_Task objective_
Which of the lines in the listing that follows hold "json"? Pull each one out.

■ ■ ■ ■ ■ ■ ■

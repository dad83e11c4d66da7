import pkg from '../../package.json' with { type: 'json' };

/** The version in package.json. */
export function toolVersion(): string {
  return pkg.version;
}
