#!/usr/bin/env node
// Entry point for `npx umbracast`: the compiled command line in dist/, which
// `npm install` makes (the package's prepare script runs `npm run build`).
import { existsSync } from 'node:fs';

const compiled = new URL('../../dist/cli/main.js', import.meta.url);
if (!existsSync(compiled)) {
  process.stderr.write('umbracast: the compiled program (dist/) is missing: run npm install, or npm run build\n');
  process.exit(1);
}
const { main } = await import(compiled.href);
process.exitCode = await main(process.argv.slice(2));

■ ■ ■ ■ ■ ■ ■

_Output of the task_
import pkg from '../../package.json' with { type: 'json' };
/** The version in package.json. */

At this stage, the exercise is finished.